Data items:
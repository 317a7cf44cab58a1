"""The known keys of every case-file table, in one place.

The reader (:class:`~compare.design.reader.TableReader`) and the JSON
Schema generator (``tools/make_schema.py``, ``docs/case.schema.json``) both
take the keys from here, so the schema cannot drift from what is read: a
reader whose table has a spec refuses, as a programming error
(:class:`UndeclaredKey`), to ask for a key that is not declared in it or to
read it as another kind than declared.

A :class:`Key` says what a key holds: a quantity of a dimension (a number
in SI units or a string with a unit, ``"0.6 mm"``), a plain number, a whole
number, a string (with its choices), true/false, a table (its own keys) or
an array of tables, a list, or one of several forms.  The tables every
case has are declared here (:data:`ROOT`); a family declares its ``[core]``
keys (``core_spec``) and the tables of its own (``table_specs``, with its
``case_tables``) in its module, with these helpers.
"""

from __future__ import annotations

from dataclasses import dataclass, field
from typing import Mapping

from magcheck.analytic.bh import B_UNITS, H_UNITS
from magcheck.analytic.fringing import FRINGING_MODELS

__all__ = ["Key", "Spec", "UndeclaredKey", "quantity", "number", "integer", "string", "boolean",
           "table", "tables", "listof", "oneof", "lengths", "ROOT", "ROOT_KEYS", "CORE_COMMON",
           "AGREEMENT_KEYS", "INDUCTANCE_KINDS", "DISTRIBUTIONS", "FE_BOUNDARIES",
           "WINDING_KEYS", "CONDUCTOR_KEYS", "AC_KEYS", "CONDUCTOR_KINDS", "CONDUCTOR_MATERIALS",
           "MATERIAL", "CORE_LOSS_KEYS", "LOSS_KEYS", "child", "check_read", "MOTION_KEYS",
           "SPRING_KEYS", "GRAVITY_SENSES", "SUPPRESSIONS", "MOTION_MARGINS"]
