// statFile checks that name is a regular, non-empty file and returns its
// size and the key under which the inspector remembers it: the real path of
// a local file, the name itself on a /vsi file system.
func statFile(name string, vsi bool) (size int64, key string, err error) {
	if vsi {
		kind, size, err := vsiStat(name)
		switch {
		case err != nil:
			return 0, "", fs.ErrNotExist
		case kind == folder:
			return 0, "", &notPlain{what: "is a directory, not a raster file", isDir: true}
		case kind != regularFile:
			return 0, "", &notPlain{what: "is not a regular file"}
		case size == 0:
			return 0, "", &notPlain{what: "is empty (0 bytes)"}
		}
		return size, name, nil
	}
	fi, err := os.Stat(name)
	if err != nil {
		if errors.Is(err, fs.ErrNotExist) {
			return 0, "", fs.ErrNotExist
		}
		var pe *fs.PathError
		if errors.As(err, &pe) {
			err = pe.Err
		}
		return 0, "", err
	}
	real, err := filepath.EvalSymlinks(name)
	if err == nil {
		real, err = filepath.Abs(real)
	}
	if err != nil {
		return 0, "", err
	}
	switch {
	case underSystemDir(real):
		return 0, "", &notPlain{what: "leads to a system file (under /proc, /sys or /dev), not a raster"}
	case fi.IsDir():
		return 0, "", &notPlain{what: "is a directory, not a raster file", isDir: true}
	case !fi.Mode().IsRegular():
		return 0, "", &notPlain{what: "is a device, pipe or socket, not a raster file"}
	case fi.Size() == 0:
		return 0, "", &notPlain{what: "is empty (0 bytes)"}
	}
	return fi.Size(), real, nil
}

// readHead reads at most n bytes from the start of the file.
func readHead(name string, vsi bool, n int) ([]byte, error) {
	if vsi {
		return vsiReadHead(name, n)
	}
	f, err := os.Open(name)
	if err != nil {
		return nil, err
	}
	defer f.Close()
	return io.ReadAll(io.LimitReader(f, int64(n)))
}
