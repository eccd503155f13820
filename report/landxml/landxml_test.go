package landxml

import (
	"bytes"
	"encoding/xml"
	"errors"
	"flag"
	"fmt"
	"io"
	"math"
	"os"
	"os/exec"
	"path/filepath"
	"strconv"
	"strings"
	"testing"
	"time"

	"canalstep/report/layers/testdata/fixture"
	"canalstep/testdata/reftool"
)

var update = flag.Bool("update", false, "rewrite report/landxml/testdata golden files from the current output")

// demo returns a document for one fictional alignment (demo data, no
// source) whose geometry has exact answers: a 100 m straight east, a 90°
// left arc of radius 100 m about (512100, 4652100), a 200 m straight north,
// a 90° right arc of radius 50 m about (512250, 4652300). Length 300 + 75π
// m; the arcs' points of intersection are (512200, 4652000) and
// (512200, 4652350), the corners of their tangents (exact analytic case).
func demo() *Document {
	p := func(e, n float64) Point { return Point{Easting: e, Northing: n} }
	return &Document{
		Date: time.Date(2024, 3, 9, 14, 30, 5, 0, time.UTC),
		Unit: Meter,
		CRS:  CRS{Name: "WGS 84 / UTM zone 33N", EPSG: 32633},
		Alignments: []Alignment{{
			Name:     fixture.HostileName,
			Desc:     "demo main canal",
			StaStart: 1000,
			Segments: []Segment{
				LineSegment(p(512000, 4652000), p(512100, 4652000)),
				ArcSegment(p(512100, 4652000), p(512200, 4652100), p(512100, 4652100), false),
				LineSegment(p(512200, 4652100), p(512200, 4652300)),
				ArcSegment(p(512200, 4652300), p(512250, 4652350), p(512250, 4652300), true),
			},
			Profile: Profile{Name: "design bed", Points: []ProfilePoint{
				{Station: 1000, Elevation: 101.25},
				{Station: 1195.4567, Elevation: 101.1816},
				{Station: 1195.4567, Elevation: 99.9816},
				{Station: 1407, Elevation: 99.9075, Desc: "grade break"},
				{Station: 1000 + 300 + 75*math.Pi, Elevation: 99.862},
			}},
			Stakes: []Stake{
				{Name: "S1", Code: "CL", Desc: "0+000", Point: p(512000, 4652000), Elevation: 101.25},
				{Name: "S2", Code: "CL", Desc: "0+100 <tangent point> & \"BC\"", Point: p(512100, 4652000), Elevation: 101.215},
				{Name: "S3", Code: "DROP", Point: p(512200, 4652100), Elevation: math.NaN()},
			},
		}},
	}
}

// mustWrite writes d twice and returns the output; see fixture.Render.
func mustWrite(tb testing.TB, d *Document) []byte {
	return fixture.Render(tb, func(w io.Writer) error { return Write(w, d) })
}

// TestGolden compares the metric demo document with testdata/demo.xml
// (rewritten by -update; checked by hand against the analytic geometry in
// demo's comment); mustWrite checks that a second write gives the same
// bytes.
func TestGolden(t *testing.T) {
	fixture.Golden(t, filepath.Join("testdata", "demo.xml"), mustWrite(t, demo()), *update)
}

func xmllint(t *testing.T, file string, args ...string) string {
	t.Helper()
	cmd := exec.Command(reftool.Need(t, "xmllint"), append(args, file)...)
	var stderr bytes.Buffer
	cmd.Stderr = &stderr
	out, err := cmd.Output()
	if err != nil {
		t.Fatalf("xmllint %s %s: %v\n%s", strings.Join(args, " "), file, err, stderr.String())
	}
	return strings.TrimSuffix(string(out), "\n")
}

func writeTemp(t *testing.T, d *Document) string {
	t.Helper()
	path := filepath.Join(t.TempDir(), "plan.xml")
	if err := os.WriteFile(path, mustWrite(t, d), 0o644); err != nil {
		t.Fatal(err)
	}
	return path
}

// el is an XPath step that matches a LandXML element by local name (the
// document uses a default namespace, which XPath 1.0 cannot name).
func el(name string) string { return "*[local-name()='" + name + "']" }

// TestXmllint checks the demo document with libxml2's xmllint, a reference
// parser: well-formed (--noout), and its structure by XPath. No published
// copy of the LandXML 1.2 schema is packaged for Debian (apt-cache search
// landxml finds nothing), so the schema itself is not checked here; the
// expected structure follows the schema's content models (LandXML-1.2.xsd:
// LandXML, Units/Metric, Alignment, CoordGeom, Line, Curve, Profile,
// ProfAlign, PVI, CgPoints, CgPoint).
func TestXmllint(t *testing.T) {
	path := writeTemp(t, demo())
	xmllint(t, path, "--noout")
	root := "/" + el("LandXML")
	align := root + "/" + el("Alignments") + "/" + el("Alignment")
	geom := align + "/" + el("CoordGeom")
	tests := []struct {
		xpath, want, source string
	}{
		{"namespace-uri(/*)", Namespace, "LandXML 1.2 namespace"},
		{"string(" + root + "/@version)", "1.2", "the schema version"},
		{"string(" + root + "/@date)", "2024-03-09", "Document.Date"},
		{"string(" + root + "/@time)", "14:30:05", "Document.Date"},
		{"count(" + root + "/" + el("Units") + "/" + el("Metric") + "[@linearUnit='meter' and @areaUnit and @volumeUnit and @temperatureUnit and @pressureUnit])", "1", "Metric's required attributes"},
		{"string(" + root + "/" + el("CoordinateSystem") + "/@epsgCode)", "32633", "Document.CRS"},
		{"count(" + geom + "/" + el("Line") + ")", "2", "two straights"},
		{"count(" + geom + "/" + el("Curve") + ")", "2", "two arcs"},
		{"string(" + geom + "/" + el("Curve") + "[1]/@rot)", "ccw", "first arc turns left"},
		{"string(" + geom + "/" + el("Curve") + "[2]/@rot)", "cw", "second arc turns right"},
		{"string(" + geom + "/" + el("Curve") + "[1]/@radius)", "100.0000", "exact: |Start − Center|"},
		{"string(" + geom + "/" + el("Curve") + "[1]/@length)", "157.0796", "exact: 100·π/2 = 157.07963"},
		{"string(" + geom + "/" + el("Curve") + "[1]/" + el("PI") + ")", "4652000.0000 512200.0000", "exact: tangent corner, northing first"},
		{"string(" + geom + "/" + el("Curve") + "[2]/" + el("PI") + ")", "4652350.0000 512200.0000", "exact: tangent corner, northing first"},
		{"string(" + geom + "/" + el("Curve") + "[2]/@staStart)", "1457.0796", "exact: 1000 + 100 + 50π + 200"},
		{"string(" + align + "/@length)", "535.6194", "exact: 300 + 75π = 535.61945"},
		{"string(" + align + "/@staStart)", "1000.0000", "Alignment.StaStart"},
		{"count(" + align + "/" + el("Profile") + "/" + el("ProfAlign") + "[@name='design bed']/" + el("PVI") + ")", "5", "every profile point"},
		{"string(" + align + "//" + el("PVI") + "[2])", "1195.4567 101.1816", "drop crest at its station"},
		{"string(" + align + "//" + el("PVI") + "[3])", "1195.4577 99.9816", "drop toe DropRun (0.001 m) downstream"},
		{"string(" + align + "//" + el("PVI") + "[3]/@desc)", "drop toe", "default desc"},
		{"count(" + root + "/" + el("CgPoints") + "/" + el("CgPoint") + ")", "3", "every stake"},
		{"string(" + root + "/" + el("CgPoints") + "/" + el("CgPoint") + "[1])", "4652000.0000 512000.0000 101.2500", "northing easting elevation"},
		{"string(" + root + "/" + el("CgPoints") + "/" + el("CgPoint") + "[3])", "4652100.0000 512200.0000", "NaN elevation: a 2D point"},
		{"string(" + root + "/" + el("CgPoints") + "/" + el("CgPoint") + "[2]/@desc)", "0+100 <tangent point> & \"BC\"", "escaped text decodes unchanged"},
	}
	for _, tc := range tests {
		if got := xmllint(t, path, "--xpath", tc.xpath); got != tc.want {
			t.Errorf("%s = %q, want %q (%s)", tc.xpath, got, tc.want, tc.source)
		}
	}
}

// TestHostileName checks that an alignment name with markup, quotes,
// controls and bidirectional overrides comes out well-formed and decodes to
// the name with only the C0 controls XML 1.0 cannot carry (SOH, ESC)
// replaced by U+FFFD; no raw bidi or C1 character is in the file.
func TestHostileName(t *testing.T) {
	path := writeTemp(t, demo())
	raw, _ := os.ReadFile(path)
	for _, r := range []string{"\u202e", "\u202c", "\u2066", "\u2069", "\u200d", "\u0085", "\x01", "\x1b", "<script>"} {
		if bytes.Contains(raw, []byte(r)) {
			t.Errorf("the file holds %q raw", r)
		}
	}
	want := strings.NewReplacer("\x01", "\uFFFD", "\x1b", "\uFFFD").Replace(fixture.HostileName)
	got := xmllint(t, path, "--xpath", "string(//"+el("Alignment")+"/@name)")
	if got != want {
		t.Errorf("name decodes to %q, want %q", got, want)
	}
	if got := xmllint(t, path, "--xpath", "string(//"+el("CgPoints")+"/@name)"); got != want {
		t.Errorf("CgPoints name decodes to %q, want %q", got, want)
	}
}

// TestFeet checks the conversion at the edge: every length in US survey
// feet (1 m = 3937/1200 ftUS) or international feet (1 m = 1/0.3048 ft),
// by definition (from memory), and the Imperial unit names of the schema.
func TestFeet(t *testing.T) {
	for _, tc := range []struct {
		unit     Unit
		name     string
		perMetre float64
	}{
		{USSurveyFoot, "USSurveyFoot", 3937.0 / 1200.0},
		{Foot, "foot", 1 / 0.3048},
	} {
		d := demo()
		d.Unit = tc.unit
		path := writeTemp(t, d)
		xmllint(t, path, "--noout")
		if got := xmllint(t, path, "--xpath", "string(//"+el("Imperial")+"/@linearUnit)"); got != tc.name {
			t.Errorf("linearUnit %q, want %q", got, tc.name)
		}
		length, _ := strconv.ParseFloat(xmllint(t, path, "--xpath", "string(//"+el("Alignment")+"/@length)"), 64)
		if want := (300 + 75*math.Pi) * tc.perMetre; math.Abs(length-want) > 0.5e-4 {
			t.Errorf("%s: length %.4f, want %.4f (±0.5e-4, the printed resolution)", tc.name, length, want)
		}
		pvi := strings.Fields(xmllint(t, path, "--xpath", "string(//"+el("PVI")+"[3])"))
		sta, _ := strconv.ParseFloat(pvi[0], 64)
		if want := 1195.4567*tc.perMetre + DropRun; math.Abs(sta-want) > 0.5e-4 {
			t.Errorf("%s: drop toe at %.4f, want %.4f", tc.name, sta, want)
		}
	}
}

WORK REQUIRED
Retype exactly the lines from the first line of the records above through the line containing "take the keys", both included, and nothing else.

OUTPUT FOR THIS TASK
repository 317a7cf44cab58a1
"""The known keys of every case-file table, in one place.

The reader (:class:`~compare.design.reader.TableReader`) and the JSON
Schema generator (``tools/make_schema.py``, ``docs/case.schema.json``) both
take the keys from here, so the schema cannot drift from what is read: a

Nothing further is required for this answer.